# Relative Pitch Mastery



## ka00 (Feb 1, 2019)

How many people who don’t have perfect pitch, have managed as adults, to develop near-flawless relative pitch?

I started training with an iPhone app called Politonus and want to know if this is a waste of time or not? I’m getting pretty good with identifying C maj scale notes and intervals (the white keys) after hearing a C note played as reference. 

Chromatic note and interval identification is much trickier.
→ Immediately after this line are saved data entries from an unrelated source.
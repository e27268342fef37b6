"""Assembled loops against frequency responses, exact sampling, and loops built by hand."""

import mpmath
import numpy as np
import pytest
from scipy import linalg

import ssaudit
from ssaudit import ConstantGain, Criteria, Loop
from ssaudit.errors import LoopError
from ssaudit.loop import parts
from ssaudit.loop.assembly import OpenLoop, Sampling, insert_parts, sample, with_controller_states

RNG = np.random.default_rng(5)


def some_plant(points=3, n=4, inputs=2, outputs=3, errors=None):
    shapes = [(n, n), (n, inputs), (outputs, n), (outputs, inputs)]
    A, B, C, D = (RNG.standard_normal((points, *shape)) for shape in shapes)
    return OpenLoop(A, B, C, D, errors or {}, tuple("abcd"[:n]), 0.0)


def response(loop, s):
    n = loop.A.shape[1]
    return loop.C @ np.linalg.solve(s * np.eye(n) - loop.A, loop.B) + loop.D


def test_inserted_parts_multiply_the_response():
    plant = some_plant()
    given = [
        parts.first_order(0.2).at("lag", input="u1"),
        parts.lead_lag(0.3, 0.1).at("lead", input="u2"),
        parts.second_order(5.0, 0.4).at("sensor", signal="y2"),
    ]
    before = parts.chain(given, ["u1", "u2"], "input")
    behind = parts.chain(given, ["y1", "y2", "y3"], "signal")
    whole = insert_parts(plant, before, behind)
    assert whole.states == (*"abcd", "lag.1", "lead.1", "sensor.1", "sensor.2")
    for s in (0.3j, 2 + 5j):
        at_inputs = np.diag([1 / (0.2 * s + 1), (0.3 * s + 1) / (0.1 * s + 1)])
        at_signals = np.diag([1, 25 / (s**2 + 4 * s + 25), 1])
        expected = at_signals @ response(plant, s) @ at_inputs
        np.testing.assert_allclose(response(whole, s), expected, rtol=1e-10)
        assert not np.allclose(response(whole, s), at_signals @ response(plant, s), rtol=1e-3)


def test_errors_of_the_plant_reach_every_product():
    exact = some_plant(points=1)
    spread = {name: 0.01 * RNG.random(getattr(exact, name).shape) for name in "ABCD"}
    before = parts.chain([parts.first_order(0.2).at("lag", input="*")], ["u1", "u2"], "input")
    behind = parts.chain([parts.lead_lag(1, 2).at("f", signal="y1")], ["y1", "y2", "y3"], "signal")
    errors = insert_parts(OpenLoop(exact.A, exact.B, exact.C, exact.D, spread, exact.states, 0.0),
                          before, behind).errors  # fmt: skip
    reference = insert_parts(exact, before, behind)
    largest = 0.0
    for _ in range(200):
        moved = {n: getattr(exact, n) + spread[n] * RNG.choice([-1, 1], spread[n].shape)
                 for n in "ABCD"}  # fmt: skip
        other = insert_parts(OpenLoop(*moved.values(), {}, exact.states, 0.0), before, behind)
        for name in "ABCD":
            gap = np.abs(getattr(other, name) - getattr(reference, name))
            assert np.all(gap <= errors[name] + 1e-14)
            largest = max(largest, float((gap / (errors[name] + 1e-300)).max()))
    assert largest > 0.9  # the bound is reached, so a smaller one would fail


def test_sampled_models_agree_with_mpmath():
    plant = some_plant(points=2)
    dt = 0.13
    sampled = sample(plant, dt, 0)
    mpmath.mp.dps = 40
    for p in range(2):
        joined = np.zeros((6, 6))
        joined[:4, :4], joined[:4, 4:] = plant.A[p] * dt, plant.B[p] * dt
        expected = mpmath.expm(mpmath.matrix(joined.tolist()), method="taylor")
        expected = np.array(expected.tolist(), dtype=float)[:4]
        gap = np.abs(np.hstack([sampled.A[p], sampled.B[p]]) - expected)
        bound = np.hstack([sampled.errors["A"][p], sampled.errors["B"][p]])
        assert np.all(gap <= bound)
        assert bound.max() < 1e-12


def test_error_of_sampled_models_covers_changed_ones():
    exact = some_plant(points=1)
    spread = {"A": 0.01 * RNG.random(exact.A.shape), "B": 0.01 * RNG.random(exact.B.shape)}
    stated = OpenLoop(exact.A, exact.B, exact.C, exact.D, spread, exact.states, 0.0)
    bound = sample(stated, 0.2, 0).errors
    reference = sample(exact, 0.2, 0)
    largest = 0.0
    for _ in range(100):
        A, B = (getattr(exact, n) + spread[n] * RNG.choice([-1, 1], spread[n].shape) for n in "AB")
        other = sample(OpenLoop(A, B, exact.C, exact.D, {}, exact.states, 0.0), 0.2, 0)
        for name in "AB":
            gap = np.abs(getattr(other, name) - getattr(reference, name))
            assert np.all(gap <= bound[name])
            largest = max(largest, float((gap / bound[name]).max()))
    assert largest > 0.3


@pytest.mark.parametrize("late", [0, 1, 3])
def test_late_computer_delays_by_whole_samples(late):
    plant = some_plant(points=1)
    prompt, sampled = sample(plant, 0.1, 0), sample(plant, 0.1, late)
    z = np.exp(0.4j)
    np.testing.assert_allclose(response(sampled, z), response(prompt, z) * z**-late, rtol=1e-10)
    assert len(sampled.states) == 4 + 2 * late == sampled.A.shape[1]


def test_compensator_closes_like_the_feedback_connection():
    plant = some_plant(points=2)
    Ac, Bc, Cc, Dc = (RNG.standard_normal(s) for s in ((2, 2), (2, 3), (2, 2), (2, 3)))
    bank = ssaudit.build_bank(plant.A, plant.B, plant.C, plant.D, revision="A")
    whole = np.block([[Dc, Cc], [Bc, Ac]])
    names = ("u1", "u2", "c1", "c2"), ("y1", "y2", "y3", "c1", "c2")
    for sign in (-1, 1):
        loop = Loop("negative" if sign < 0 else "positive", ConstantGain(whole, *names), "outputs",
                    compensator=("c1", "c2"))  # fmt: skip
        closed = loop.close(bank.sections[0], bank.points, bank.sections[0].read(0, 2))
        assert closed.states[-2:] == ("c1", "c2")
        for p in range(2):
            A, B, C, D = (getattr(plant, name)[p] for name in "ABCD")
            # u = σ(Cc xc + Dc y), y = C x + D u
            gain = np.linalg.inv(np.eye(2) - sign * Dc @ D)
            ux, uc = gain @ (sign * Dc @ C), gain @ (sign * Cc)
            yx, yc = C + D @ ux, D @ uc
            expected = np.block([[A + B @ ux, B @ uc], [Bc @ yx, Ac + Bc @ yc]])
            np.testing.assert_allclose(closed.A[p], expected, rtol=1e-11, atol=1e-11)


def test_compensator_states_are_part_of_the_model():
    grown = with_controller_states(some_plant(), ("c",))
    assert grown.A.shape == (3, 5, 5)
    assert grown.B[0, 4].tolist() == [0, 0, 1]
    assert grown.C[0, 3].tolist() == [0, 0, 0, 0, 1]


def test_quickly_sampled_loop_tends_to_the_continuous_one():
    plant = some_plant(points=1)
    bank = ssaudit.build_bank(plant.A, plant.B, plant.C, plant.D, revision="A")
    K = 0.1 * RNG.standard_normal((2, 3))
    continuous = ssaudit.audit(bank, Loop("negative", ConstantGain(K), "outputs"), Criteria())
    gaps = []
    for dt in (1e-2, 1e-3, 1e-4):
        loop = Loop("negative", ConstantGain(K), "outputs", sampling=Sampling(dt))
        sampled = ssaudit.audit(bank, loop, Criteria())
        gaps.append(abs(sampled.points["max_real"][0] - continuous.points["max_real"][0]))
    assert gaps[0] / gaps[1] == pytest.approx(10, rel=0.3)
    assert gaps[1] / gaps[2] == pytest.approx(10, rel=0.3)


def test_sampled_poles_agree_with_scipy():
    plant = some_plant(points=1)
    bank = ssaudit.build_bank(plant.A, plant.B, plant.C, plant.D, revision="A")
    K = RNG.standard_normal((2, 3))
    loop = Loop("positive", ConstantGain(K), "outputs", sampling=Sampling(0.05))
    found = ssaudit.audit(bank, loop, Criteria())
    E = linalg.expm(np.block([[plant.A[0], plant.B[0]], [np.zeros((2, 6))]]) * 0.05)[:4]
    L = np.linalg.solve(np.eye(2) - K @ plant.D[0], K @ plant.C[0])
    expected = np.linalg.eigvals(E[:, :4] + E[:, 4:] @ L)
    np.testing.assert_allclose(
        np.sort(found.modes["modulus"]), np.sort(np.abs(expected[expected.imag >= 0])), rtol=1e-10
    )


@pytest.mark.parametrize(
    ("loop", "message"),
    [
        ({"parts": (parts.first_order(1.0).at("p", input="rudder"),)}, "names no input: 'rudder'"),
        ({"parts": (parts.first_order(1.0).at("p", signal="u1"),)}, "names no signal: 'u1'"),
        ({"compensator": ("u1",)}, "name of an input"),
    ],
)
def test_path_that_does_not_fit_the_models_is_named(loop, message):
    plant = some_plant()
    bank = ssaudit.build_bank(plant.A, plant.B, plant.C, plant.D, revision="A")
    with pytest.raises(LoopError, match=message):
        ssaudit.audit(bank, Loop("negative", ConstantGain(np.ones((2, 3))), "outputs", **loop),
                      Criteria())  # fmt: skip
Is there light at the end of the tunnel?

Thanks


----------



## JT (Feb 1, 2019)

I can't speak for anyone else, but it just came with time. I played trumpet since I was a kid.
When I hear a pitch, my fingers press down as if I'm playing the horn. If I press the wrong fingers down, it doesn't feel right, so I know that's not the correct pitch. And if I need a reference pitch, I can always hear and sing the concert Bb that wind instruments tune to. That pitch is ingrained in me.

By the time I was in my late 20's, I was able to listen to a song and transcribe it (melody & chords) without being at a piano. It just takes time.


----------



## d.healey (Feb 1, 2019)

Just transcribe stuff, you'll get better with all kinds of things, including relative pitch. Mine's not perfect but I can pick out melodies and harmonies very quickly.


----------



## bachader (Feb 1, 2019)

I agree you can improve it through exercise. There was a guy named David Lucas Burge who claims that you can develop even the perfect pitch. He was selling his cassette tapes. I haven't heard about it since then.


----------



## Divico (Feb 1, 2019)

bachader said:


> I agree you can improve it through exercise. There was a guy named David Lucas Burge who claims that you can develop even the perfect pitch. He was selling his cassette tapes. I haven't heard about it since then.


Unfortunately there is more or less common sense now that this is not possible :(


----------



## d.healey (Feb 1, 2019)

bachader said:


> There was a guy named David Lucas Burge who claims that you can develop even the perfect pitch.


Bullshit


> He was selling his cassette tapes. I haven't heard about it since then.


What's a cassette tape...


----------



## stan-k (Feb 1, 2019)

You can always develop relative pitch. Keep practicing. There are some iPhone apps out there which are helpful, but even a simple practice on the piano works if you have one: press a key and sing the interval you are practicing - up and (especially) down, as down is harder for most people. My point is, keep practicing. Relative pitch is all about practice.

As for the absolute pitch, Rick Beato has a nice video about it: 

Basically, if you don't have it, you ain't gonna get it. No point feeling bad about it.

Rick also has some videos on exercises for developing relative pitch, check out his channel, it's a treasure trove.


----------



## bachader (Feb 1, 2019)

Apparently, they are still on sale but on CDs


----------



## d.healey (Feb 1, 2019)

bachader said:


> Apparently, they are still on sale but on CDs


What's a CD...


----------



## SimonCharlesHanna (Feb 1, 2019)

ka00 said:


> How many people who don’t have perfect pitch, have managed as adults, to develop near-flawless relative pitch?
> 
> I started training with an iPhone app called Politonus and want to know if this is a waste of time or not? I’m getting pretty good with identifying C maj scale notes and intervals (the white keys) after hearing a C note played as reference.
> 
> ...


Of course you can - it's a skill like any other. 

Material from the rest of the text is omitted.